### Goal of the exercise
Please repeat each line of the data exactly, with nothing left out.

### Data shown

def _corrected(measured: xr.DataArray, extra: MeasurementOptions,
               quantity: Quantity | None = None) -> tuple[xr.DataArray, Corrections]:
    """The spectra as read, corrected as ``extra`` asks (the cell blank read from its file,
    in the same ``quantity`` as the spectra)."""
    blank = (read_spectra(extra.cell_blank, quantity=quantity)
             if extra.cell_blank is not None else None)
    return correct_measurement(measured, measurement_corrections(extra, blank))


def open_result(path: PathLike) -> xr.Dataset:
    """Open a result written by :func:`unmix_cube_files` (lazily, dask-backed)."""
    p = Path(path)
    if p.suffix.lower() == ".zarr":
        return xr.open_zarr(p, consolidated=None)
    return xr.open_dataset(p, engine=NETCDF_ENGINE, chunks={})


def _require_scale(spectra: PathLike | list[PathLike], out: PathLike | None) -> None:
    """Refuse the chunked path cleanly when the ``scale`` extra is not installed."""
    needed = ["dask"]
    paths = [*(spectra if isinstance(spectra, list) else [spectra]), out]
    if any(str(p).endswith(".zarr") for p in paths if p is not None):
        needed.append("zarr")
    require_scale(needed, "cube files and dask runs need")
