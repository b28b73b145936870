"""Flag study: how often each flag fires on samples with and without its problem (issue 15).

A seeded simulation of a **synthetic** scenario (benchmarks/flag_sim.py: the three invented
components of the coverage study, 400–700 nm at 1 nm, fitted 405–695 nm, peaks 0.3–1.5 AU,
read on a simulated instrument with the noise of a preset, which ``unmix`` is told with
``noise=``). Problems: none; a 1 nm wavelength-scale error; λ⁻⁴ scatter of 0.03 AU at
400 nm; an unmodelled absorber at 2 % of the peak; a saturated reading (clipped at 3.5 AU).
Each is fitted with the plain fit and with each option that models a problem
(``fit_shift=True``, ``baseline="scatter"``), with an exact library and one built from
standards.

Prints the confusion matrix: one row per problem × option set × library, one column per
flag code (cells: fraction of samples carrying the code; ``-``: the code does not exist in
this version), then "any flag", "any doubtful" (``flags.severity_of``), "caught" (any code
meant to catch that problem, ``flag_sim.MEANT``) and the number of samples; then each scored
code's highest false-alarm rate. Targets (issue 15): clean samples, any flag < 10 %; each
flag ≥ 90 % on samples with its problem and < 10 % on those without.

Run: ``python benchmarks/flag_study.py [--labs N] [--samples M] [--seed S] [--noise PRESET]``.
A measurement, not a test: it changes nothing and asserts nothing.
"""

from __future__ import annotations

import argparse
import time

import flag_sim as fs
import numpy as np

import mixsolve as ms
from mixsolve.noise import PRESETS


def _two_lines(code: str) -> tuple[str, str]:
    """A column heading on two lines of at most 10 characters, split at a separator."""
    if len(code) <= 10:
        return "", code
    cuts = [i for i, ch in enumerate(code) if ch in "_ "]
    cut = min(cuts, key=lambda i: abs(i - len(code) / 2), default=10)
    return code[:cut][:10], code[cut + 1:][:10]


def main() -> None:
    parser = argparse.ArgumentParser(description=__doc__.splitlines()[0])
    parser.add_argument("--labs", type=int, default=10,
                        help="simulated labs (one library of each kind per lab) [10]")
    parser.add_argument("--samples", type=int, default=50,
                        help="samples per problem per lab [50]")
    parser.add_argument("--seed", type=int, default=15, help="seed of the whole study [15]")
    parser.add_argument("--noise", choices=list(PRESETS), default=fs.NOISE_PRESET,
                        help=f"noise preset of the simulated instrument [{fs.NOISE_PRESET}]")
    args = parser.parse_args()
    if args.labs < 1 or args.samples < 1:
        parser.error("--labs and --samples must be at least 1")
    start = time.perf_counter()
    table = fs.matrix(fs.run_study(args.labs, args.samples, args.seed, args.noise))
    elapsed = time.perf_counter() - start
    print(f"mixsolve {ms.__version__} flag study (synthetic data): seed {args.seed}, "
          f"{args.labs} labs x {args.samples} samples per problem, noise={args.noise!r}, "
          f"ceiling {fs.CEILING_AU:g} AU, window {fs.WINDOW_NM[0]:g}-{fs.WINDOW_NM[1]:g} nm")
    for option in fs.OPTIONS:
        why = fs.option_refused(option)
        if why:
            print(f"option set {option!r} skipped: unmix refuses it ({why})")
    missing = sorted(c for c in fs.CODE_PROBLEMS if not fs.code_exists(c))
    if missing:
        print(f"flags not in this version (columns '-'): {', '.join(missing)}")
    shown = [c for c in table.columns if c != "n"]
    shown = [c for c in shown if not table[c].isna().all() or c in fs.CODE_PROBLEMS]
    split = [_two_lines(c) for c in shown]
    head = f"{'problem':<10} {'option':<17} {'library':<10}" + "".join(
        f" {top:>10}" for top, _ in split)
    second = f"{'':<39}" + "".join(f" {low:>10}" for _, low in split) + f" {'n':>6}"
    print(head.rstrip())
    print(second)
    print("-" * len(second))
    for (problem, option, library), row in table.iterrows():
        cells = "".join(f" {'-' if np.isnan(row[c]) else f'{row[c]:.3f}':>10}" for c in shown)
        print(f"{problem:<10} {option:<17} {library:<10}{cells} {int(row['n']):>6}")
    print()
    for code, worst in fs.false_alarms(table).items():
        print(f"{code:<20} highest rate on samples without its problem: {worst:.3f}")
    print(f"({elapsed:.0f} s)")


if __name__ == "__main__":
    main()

### Solution to this task
def _corrected(measured: xr.DataArray, extra: MeasurementOptions,
               quantity: Quantity | None = None) -> tuple[xr.DataArray, Corrections]:
    """The spectra as read, corrected as ``extra`` asks (the cell blank read from its file,
    in the same ``quantity`` as the spectra)."""
    blank = (read_spectra(extra.cell_blank, quantity=quantity)
             if extra.cell_blank is not None else None)
    return correct_measurement(measured, measurement_corrections(extra, blank))


def open_result(path: PathLike) -> xr.Dataset:
    """Open a result written by :func:`unmix_cube_files` (lazily, dask-backed)."""
    p = Path(path)
    if p.suffix.lower() == ".zarr":
        return xr.open_zarr(p, consolidated=None)
    return xr.open_dataset(p, engine=NETCDF_ENGINE, chunks={})


def _require_scale(spectra: PathLike | list[PathLike], out: PathLike | None) -> None:
    """Refuse the chunked path cleanly when the ``scale`` extra is not installed."""
    needed = ["dask"]
    paths = [*(spectra if isinstance(spectra, list) else [spectra]), out]
    if any(str(p).endswith(".zarr") for p in paths if p is not None):
        needed.append("zarr")
    require_scale(needed, "cube files and dask runs need")
repository b28b73b145936870
"""Flag study: how often each flag fires on samples with and without its problem (issue 15).

A seeded simulation of a **synthetic** scenario (benchmarks/flag_sim.py: the three invented
components of the coverage study, 400–700 nm at 1 nm, fitted 405–695 nm, peaks 0.3–1.5 AU,
read on a simulated instrument with the noise of a preset, which ``unmix`` is told with
``noise=``). Problems: none; a 1 nm wavelength-scale error; λ⁻⁴ scatter of 0.03 AU at
400 nm; an unmodelled absorber at 2 % of the peak; a saturated reading (clipped at 3.5 AU).
Each is fitted with the plain fit and with each option that models a problem
(``fit_shift=True``, ``baseline="scatter"``), with an exact library and one built from
standards.

Prints the confusion matrix: one row per problem × option set × library, one column per
flag code (cells: fraction of samples carrying the code; ``-``: the code does not exist in
this version), then "any flag", "any doubtful" (``flags.severity_of``), "caught" (any code
meant to catch that problem, ``flag_sim.MEANT``) and the number of samples; then each scored
code's highest false-alarm rate. Targets (issue 15): clean samples, any flag < 10 %; each
flag ≥ 90 % on samples with its problem and < 10 % on those without.

Run: ``python benchmarks/flag_study.py [--labs N] [--samples M] [--seed S] [--noise PRESET]``.
A measurement, not a test: it changes nothing and asserts nothing.
"""

from __future__ import annotations

import argparse
import time

import flag_sim as fs
import numpy as np

import mixsolve as ms
from mixsolve.noise import PRESETS


def _two_lines(code: str) -> tuple[str, str]:
    """A column heading on two lines of at most 10 characters, split at a separator."""
    if len(code) <= 10:
        return "", code
    cuts = [i for i, ch in enumerate(code) if ch in "_ "]
    cut = min(cuts, key=lambda i: abs(i - len(code) / 2), default=10)
    return code[:cut][:10], code[cut + 1:][:10]


def main() -> None:
    parser = argparse.ArgumentParser(description=__doc__.splitlines()[0])
    parser.add_argument("--labs", type=int, default=10,
                        help="simulated labs (one library of each kind per lab) [10]")
    parser.add_argument("--samples", type=int, default=50,
                        help="samples per problem per lab [50]")
    parser.add_argument("--seed", type=int, default=15, help="seed of the whole study [15]")
    parser.add_argument("--noise", choices=list(PRESETS), default=fs.NOISE_PRESET,
                        help=f"noise preset of the simulated instrument [{fs.NOISE_PRESET}]")
    args = parser.parse_args()
    if args.labs < 1 or args.samples < 1:
        parser.error("--labs and --samples must be at least 1")
    start = time.perf_counter()
    table = fs.matrix(fs.run_study(args.labs, args.samples, args.seed, args.noise))
    elapsed = time.perf_counter() - start
    print(f"mixsolve {ms.__version__} flag study (synthetic data): seed {args.seed}, "
          f"{args.labs} labs x {args.samples} samples per problem, noise={args.noise!r}, "
          f"ceiling {fs.CEILING_AU:g} AU, window {fs.WINDOW_NM[0]:g}-{fs.WINDOW_NM[1]:g} nm")
    for option in fs.OPTIONS:
        why = fs.option_refused(option)
        if why:
            print(f"option set {option!r} skipped: unmix refuses it ({why})")
    missing = sorted(c for c in fs.CODE_PROBLEMS if not fs.code_exists(c))
    if missing:
        print(f"flags not in this version (columns '-'): {', '.join(missing)}")
    shown = [c for c in table.columns if c != "n"]
    shown = [c for c in shown if not table[c].isna().all() or c in fs.CODE_PROBLEMS]
    split = [_two_lines(c) for c in shown]
    head = f"{'problem':<10} {'option':<17} {'library':<10}" + "".join(
        f" {top:>10}" for top, _ in split)
    second = f"{'':<39}" + "".join(f" {low:>10}" for _, low in split) + f" {'n':>6}"
    print(head.rstrip())
    print(second)
    print("-" * len(second))
    for (problem, option, library), row in table.iterrows():
        cells = "".join(f" {'-' if np.isnan(row[c]) else f'{row[c]:.3f}':>10}" for c in shown)
        print(f"{problem:<10} {option:<17} {library:<10}{cells} {int(row['n']):>6}")
    print()
    for code, worst in fs.false_alarms(table).items():
        print(f"{code:<20} highest rate on samples without its problem: {worst:.3f}")
    print(f"({elapsed:.0f} s)")


if __name__ == "__main__":
    main()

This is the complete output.